• [Requirement]:
Find "it('backup: false keeps" and "expect(statSync(p).isDirectory()).toBe(true);" in the records below. Copy the lines holding them and every line between, exactly, and no others.

*** Dataset content ***

/** Runs the child script; resolves when it prints `signal` (then SIGKILLs it after `delayMs`). */
function runAndKill(args: string[], signal: string, delayMs = 0): Promise<void> {
  return new Promise((resolvePromise, reject) => {
    const child = spawn(process.execPath, ['--import', 'tsx', CHILD, ...args], { cwd: ROOT, stdio: ['ignore', 'pipe', 'pipe'] });
    let out = '';
    let err = '';
    let killed = false;
    child.stdout.on('data', (b: Buffer) => {
      out += b.toString();
      if (!killed && out.includes(signal)) {
        killed = true;
        setTimeout(() => child.kill('SIGKILL'), delayMs);
      }
    });
    child.stderr.on('data', (b: Buffer) => (err += b.toString()));
    child.on('exit', (code, sig) => {
      if (sig === 'SIGKILL' && killed) resolvePromise();
      else reject(new Error(`child ended (code ${code}, signal ${sig}) before it was killed: ${err}`));
    });
  });
}

const tmpFiles = (dir: string) => readdirSync(dir).filter((f) => f.endsWith('.tmp'));

/** The unprivileged user and group ids ("nobody" on Linux). */
const NOBODY = 65534;

/**
 * Runs saveChild's `save` as the user nobody: the child is bundled (esbuild, as tsx does) into a
 * file that user can read, in folders it can pass through, so it needs nothing of the checkout.
 */
async function saveAsNobody(target: string, text: string): Promise<{ code: number | null; stdout: string; stderr: string }> {
  const bundle = join(work, 'saveChild.mjs');
  if (!existsSync(bundle)) {
    await build({
      entryPoints: [CHILD],
      bundle: true,
      platform: 'node',
      format: 'esm',
      outfile: bundle,
      logLevel: 'error',
      // ajv is CommonJS: give the ESM bundle a require
      banner: { js: "import { createRequire as __waymarkRequire } from 'node:module'; const require = __waymarkRequire(import.meta.url);" },
    });
  }
  chmodSync(work, 0o755); // mkdtemp made it private to its owner
  return new Promise((resolvePromise, reject) => {
    const child = spawn(process.execPath, [bundle, 'save', target, text], { cwd: work, uid: NOBODY, gid: NOBODY, stdio: ['ignore', 'pipe', 'pipe'] });
    let stdout = '';
    let stderr = '';
    child.stdout.on('data', (b: Buffer) => (stdout += b.toString()));
    child.stderr.on('data', (b: Buffer) => (stderr += b.toString()));
    child.on('error', reject);
    child.on('close', (code) => resolvePromise({ code, stdout, stderr }));
  });
}

describe('atomicWriteFile', () => {
  it('writes the file and keeps the previous version as <name>.bak', async () => {
    const dir = freshDir();
    const p = join(dir, 'a.txt');
    await atomicWriteFile(p, 'first\n');
    expect(readFileSync(p, 'utf8')).toBe('first\n');
    expect(existsSync(backupPath(p))).toBe(false);
    await atomicWriteFile(p, 'second\n');
    expect(readFileSync(p, 'utf8')).toBe('second\n');
    expect(readFileSync(`${p}.bak`, 'utf8')).toBe('first\n');
    await atomicWriteFile(p, 'third\n');
    expect(readFileSync(`${p}.bak`, 'utf8')).toBe('second\n');
    expect(tmpFiles(dir)).toEqual([]);
  });

  it('backup: false keeps no backup', async () => {
    const dir = freshDir();
    const p = join(dir, 'a.txt');
    await atomicWriteFile(p, 'one');
    await atomicWriteFile(p, 'two', { backup: false });
    expect(existsSync(`${p}.bak`)).toBe(false);
    expect(readFileSync(p, 'utf8')).toBe('two');
  });

  it('a target that is a folder: the save fails, says why, and changes nothing', async () => {
    const dir = freshDir();
    const p = join(dir, 'plan.json');
    mkdirSync(p);
    writeFileSync(join(p, 'inside.txt'), 'keep');
    await expect(atomicWriteFile(p, 'x')).rejects.toThrow(FileError);
    await expect(atomicWriteFile(p, 'x')).rejects.toThrow(/is a folder, not a file/);
    expect(statSync(p).isDirectory()).toBe(true);
    expect(readFileSync(join(p, 'inside.txt'), 'utf8')).toBe('keep');
    expect(tmpFiles(dir)).toEqual([]);
  });

  it('a folder that does not exist: the save fails and says so', async () => {
    const p = join(work, 'no-such-folder', 'plan.json');
    await expect(atomicWriteFile(p, 'x')).rejects.toThrow(/cannot save .*plan\.json: the folder .*no-such-folder does not exist \(ENOENT\)/);
  });

  it('a backup that cannot be kept: the save fails, the old file stays, no temporary file is left', async () => {
    const dir = freshDir();
    const p = join(dir, 'plan.json');
    await atomicWriteFile(p, 'old contents');
    mkdirSync(`${p}.bak`);
    writeFileSync(join(`${p}.bak`, 'blocker'), 'x'); // a non-empty folder cannot be renamed over
    await expect(atomicWriteFile(p, 'new contents')).rejects.toThrow(/cannot keep the previous version as .*plan\.json\.bak: .*plan\.json is unchanged/);
    expect(readFileSync(p, 'utf8')).toBe('old contents');
    expect(tmpFiles(dir)).toEqual([]);
  });

  it('a folder that is not writable: the save fails, says why, and the old file stays (as an unprivileged user, also when the tests run as root)', async () => {
    const dir = freshDir();
    const p = join(dir, 'plan.json');
    await atomicWriteFile(p, 'old contents');
    chmodSync(dir, 0o555);
    try {
      if (process.getuid?.() === 0) {
        // Root may write into any folder: the save runs in a child process as the unprivileged
        // user "nobody" (uid and gid 65534), who owns the folder but has taken away its write permission.
        chownSync(dir, NOBODY, NOBODY);
        const r = await saveAsNobody(p, 'new');
        expect(r.code).toBe(3);
        expect(r.stdout).toMatch(/cannot create a temporary file: permission denied/);
      } else {
        await expect(atomicWriteFile(p, 'new')).rejects.toThrow(/cannot create a temporary file: permission denied/);
      }
      expect(readFileSync(p, 'utf8')).toBe('old contents');
      expect(tmpFiles(dir)).toEqual([]);
    } finally {
      chmodSync(dir, 0o755);
    }
  });

  it('writes in chunks until every byte is in (progress reaches the total) and leaves nothing else behind', async () => {
    const dir = freshDir();
    const p = join(dir, 'a.txt');
    const seen: number[] = [];
    await atomicWriteFile(p, 'x'.repeat(10), { chunkSize: 3, onProgress: (w) => seen.push(w) });
    expect(seen).toEqual([3, 6, 9, 10]);
    expect(readdirSync(dir)).toEqual(['a.txt']);
  });

  it('a write that takes fewer bytes than it was given is continued, not renamed over the target short', async () => {
    const dir = freshDir();
    const p = join(dir, 'short.plan.json');
    await atomicWriteFile(p, 'old');
    const text = serializePlanFile(samplePlan(), ref(dir));
    // a file system that takes at most 1000 bytes a call (as write(2) may on a full disk)
    const stingy = {
      ...fsp,
      open: async (path: string, flags: string, mode?: number) => {
        const fh = await fsp.open(path, flags, mode);
        const write = fh.write.bind(fh) as (b: Uint8Array, o: number, l: number) => Promise<{ bytesWritten: number }>;
        return Object.assign(fh, { write: (b: Uint8Array, o: number, l: number) => write(b, o, Math.min(l, 1000)) });
      },
    };
    await atomicWriteFile(p, text, {}, stingy as never);
    expect(readFileSync(p, 'utf8')).toBe(text);
    expect(readFileSync(`${p}.bak`, 'utf8')).toBe('old');
  });

  it('the final rename failing (disk full) leaves the original and no temporary file, and says the file is unchanged', async () => {
    const dir = freshDir();
    const p = join(dir, 'a.plan.json');
    writeFileSync(p, 'original');
    let calls = 0;
    const failing = {
      ...fsp,
      rename: async (a: string, b: string) => {
        // the first rename puts the backup in place, the second is the save's own
        if (++calls === 2) throw Object.assign(new Error('no space left'), { code: 'ENOSPC' });
        return fsp.rename(a, b);
      },
    };
    await expect(atomicWriteFile(p, 'new', {}, failing as never)).rejects.toThrow(/the disk is full \(ENOSPC\); .*a\.plan\.json is unchanged/);
    expect(readFileSync(p, 'utf8')).toBe('original');
    expect(tmpFiles(dir)).toEqual([]);
  });

  it('writes UTF-8 text exactly (Δv, °)', async () => {
    const dir = freshDir();
    const p = join(dir, 'u.json');
    await atomicWriteFile(p, '{"name":"Δv 3° — ok"}\n');
    expect(readFileSync(p, 'utf8')).toBe('{"name":"Δv 3° — ok"}\n');
  });

  it('a process killed in the middle of writing leaves the old file intact', async () => {
    const dir = freshDir();
    const p = join(dir, 'plan.json');
    const old = serializePlanFile(samplePlan(), ref(dir));
    await atomicWriteFile(p, old);
    const bytes = 8 << 20;
    await runAndKill(['mid-write', p, String(bytes)], 'half');
    expect(readFileSync(p, 'utf8')).toBe(old);
    expect(parsePlanFile(readFileSync(p, 'utf8')).plan).toEqual(samplePlan());
    // The save really was cut short: a partial temporary file is left beside the target.
    const tmps = tmpFiles(dir);
    expect(tmps.length).toBe(1);
    const size = statSync(join(dir, tmps[0])).size;
    expect(size).toBeGreaterThan(0);
    expect(size).toBeLessThan(bytes);
    // The next save is not disturbed by the stray file.
    await atomicWriteFile(p, old.replace('Sample run', 'Sample run 2'));
    expect(parsePlanFile(readFileSync(p, 'utf8')).plan.name).toBe('Sample run 2');
  });

  it('a process killed at a random moment of a run of saves leaves one of the two valid versions', async () => {
    const dir = freshDir();
    const p = join(dir, 'plan.json');
    // Two versions with long descriptions, so that a save takes many write calls.
    const a = samplePlan();
    a.description = 'A'.repeat(3 << 20);
    const b = stateStartPlan();
    b.description = 'B'.repeat(3 << 20);
    const fa = join(dir, 'a.src');
    const fb = join(dir, 'b.src');
    writeFileSync(fa, serializePlanFile(a, ref(dir)));
    writeFileSync(fb, serializePlanFile(b, ref(dir)));
    for (const delay of [0, 7, 23]) {
      await runAndKill(['loop', p, fa, fb], 'started', delay);
      const got = parsePlanFile(readFileSync(p, 'utf8')).plan;
      expect([a.name, b.name]).toContain(got.name);
      expect(got).toEqual(got.name === a.name ? a : b);
      if (existsSync(`${p}.bak`)) expect(() => parsePlanFile(readFileSync(`${p}.bak`, 'utf8'))).not.toThrow();
    }
  });
});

*** End of Dataset content ***

• [Answer for this exercise]:
  it('backup: false keeps no backup', async () => {
    const dir = freshDir();
    const p = join(dir, 'a.txt');
    await atomicWriteFile(p, 'one');
    await atomicWriteFile(p, 'two', { backup: false });
    expect(existsSync(`${p}.bak`)).toBe(false);
    expect(readFileSync(p, 'utf8')).toBe('two');
  });

  it('a target that is a folder: the save fails, says why, and changes nothing', async () => {
    const dir = freshDir();
    const p = join(dir, 'plan.json');
    mkdirSync(p);
    writeFileSync(join(p, 'inside.txt'), 'keep');
    await expect(atomicWriteFile(p, 'x')).rejects.toThrow(FileError);
    await expect(atomicWriteFile(p, 'x')).rejects.toThrow(/is a folder, not a file/);
    expect(statSync(p).isDirectory()).toBe(true);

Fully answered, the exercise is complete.